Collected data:
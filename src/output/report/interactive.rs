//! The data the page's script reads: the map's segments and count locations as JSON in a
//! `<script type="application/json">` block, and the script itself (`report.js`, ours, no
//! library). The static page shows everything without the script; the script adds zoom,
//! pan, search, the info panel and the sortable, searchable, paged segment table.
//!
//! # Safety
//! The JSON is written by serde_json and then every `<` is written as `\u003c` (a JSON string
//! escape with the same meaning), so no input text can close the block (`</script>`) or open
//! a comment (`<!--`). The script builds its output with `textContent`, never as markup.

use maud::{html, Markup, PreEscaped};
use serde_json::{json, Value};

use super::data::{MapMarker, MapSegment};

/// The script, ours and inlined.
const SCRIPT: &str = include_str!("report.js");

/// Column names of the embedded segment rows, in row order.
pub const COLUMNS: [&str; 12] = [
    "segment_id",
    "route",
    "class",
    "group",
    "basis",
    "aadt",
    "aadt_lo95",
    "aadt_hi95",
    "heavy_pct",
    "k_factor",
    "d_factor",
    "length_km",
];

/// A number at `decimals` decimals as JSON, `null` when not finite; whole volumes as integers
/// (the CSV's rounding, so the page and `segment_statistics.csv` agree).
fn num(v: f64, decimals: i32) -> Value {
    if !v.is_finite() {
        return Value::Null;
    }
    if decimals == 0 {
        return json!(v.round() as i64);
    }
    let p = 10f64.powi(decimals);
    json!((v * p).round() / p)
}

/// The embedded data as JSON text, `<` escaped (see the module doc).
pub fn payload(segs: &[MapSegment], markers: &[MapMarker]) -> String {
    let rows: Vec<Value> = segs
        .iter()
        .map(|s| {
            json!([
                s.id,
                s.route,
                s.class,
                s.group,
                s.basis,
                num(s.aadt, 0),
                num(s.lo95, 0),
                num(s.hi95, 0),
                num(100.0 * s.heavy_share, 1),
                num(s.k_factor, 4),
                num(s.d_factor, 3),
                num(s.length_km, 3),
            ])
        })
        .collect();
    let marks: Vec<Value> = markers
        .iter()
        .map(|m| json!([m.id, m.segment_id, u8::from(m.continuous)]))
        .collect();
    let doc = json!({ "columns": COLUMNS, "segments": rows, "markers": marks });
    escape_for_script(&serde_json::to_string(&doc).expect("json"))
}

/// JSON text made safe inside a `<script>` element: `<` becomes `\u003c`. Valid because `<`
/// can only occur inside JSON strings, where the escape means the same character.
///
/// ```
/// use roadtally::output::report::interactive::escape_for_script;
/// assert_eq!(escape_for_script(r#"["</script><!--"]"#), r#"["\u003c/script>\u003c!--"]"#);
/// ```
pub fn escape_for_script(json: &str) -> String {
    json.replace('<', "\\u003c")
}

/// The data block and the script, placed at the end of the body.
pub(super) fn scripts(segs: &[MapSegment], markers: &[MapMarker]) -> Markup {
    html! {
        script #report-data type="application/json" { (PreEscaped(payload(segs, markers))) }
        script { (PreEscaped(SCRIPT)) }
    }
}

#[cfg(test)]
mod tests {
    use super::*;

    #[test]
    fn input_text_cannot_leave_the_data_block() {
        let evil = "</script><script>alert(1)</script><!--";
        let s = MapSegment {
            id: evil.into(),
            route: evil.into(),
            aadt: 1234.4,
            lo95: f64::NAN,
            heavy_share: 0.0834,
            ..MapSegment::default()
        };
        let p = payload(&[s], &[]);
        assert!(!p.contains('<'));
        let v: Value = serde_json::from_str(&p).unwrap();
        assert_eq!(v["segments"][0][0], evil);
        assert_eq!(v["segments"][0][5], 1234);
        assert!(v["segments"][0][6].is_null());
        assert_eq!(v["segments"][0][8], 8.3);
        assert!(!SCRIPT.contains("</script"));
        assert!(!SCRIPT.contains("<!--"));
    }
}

**What you should do**
Give all the lines above again, exactly.

**Reply**
filename src/output/report/interactive.rs
//! The data the page's script reads: the map's segments and count locations as JSON in a
//! `<script type="application/json">` block, and the script itself (`report.js`, ours, no
//! library). The static page shows everything without the script; the script adds zoom,
//! pan, search, the info panel and the sortable, searchable, paged segment table.
//!
//! # Safety
//! The JSON is written by serde_json and then every `<` is written as `\u003c` (a JSON string
//! escape with the same meaning), so no input text can close the block (`</script>`) or open
//! a comment (`<!--`). The script builds its output with `textContent`, never as markup.

use maud::{html, Markup, PreEscaped};
use serde_json::{json, Value};

use super::data::{MapMarker, MapSegment};

/// The script, ours and inlined.
const SCRIPT: &str = include_str!("report.js");

/// Column names of the embedded segment rows, in row order.
pub const COLUMNS: [&str; 12] = [
    "segment_id",
    "route",
    "class",
    "group",
    "basis",
    "aadt",
    "aadt_lo95",
    "aadt_hi95",
    "heavy_pct",
    "k_factor",
    "d_factor",
    "length_km",
];

/// A number at `decimals` decimals as JSON, `null` when not finite; whole volumes as integers
/// (the CSV's rounding, so the page and `segment_statistics.csv` agree).
fn num(v: f64, decimals: i32) -> Value {
    if !v.is_finite() {
        return Value::Null;
    }
    if decimals == 0 {
        return json!(v.round() as i64);
    }
    let p = 10f64.powi(decimals);
    json!((v * p).round() / p)
}

/// The embedded data as JSON text, `<` escaped (see the module doc).
pub fn payload(segs: &[MapSegment], markers: &[MapMarker]) -> String {
    let rows: Vec<Value> = segs
        .iter()
        .map(|s| {
            json!([
                s.id,
                s.route,
                s.class,
                s.group,
                s.basis,
                num(s.aadt, 0),
                num(s.lo95, 0),
                num(s.hi95, 0),
                num(100.0 * s.heavy_share, 1),
                num(s.k_factor, 4),
                num(s.d_factor, 3),
                num(s.length_km, 3),
            ])
        })
        .collect();
    let marks: Vec<Value> = markers
        .iter()
        .map(|m| json!([m.id, m.segment_id, u8::from(m.continuous)]))
        .collect();
    let doc = json!({ "columns": COLUMNS, "segments": rows, "markers": marks });
    escape_for_script(&serde_json::to_string(&doc).expect("json"))
}

/// JSON text made safe inside a `<script>` element: `<` becomes `\u003c`. Valid because `<`
/// can only occur inside JSON strings, where the escape means the same character.
///
/// ```
/// use roadtally::output::report::interactive::escape_for_script;
/// assert_eq!(escape_for_script(r#"["</script><!--"]"#), r#"["\u003c/script>\u003c!--"]"#);
/// ```
pub fn escape_for_script(json: &str) -> String {
    json.replace('<', "\\u003c")
}

/// The data block and the script, placed at the end of the body.
pub(super) fn scripts(segs: &[MapSegment], markers: &[MapMarker]) -> Markup {
    html! {
        script #report-data type="application/json" { (PreEscaped(payload(segs, markers))) }
        script { (PreEscaped(SCRIPT)) }
    }
}

#[cfg(test)]
mod tests {
    use super::*;

    #[test]
    fn input_text_cannot_leave_the_data_block() {
        let evil = "</script><script>alert(1)</script><!--";
        let s = MapSegment {
            id: evil.into(),
            route: evil.into(),
            aadt: 1234.4,
            lo95: f64::NAN,
            heavy_share: 0.0834,
            ..MapSegment::default()
        };
        let p = payload(&[s], &[]);
        assert!(!p.contains('<'));
        let v: Value = serde_json::from_str(&p).unwrap();
        assert_eq!(v["segments"][0][0], evil);
        assert_eq!(v["segments"][0][5], 1234);
        assert!(v["segments"][0][6].is_null());
        assert_eq!(v["segments"][0][8], 8.3);
        assert!(!SCRIPT.contains("</script"));
        assert!(!SCRIPT.contains("<!--"));
    }
}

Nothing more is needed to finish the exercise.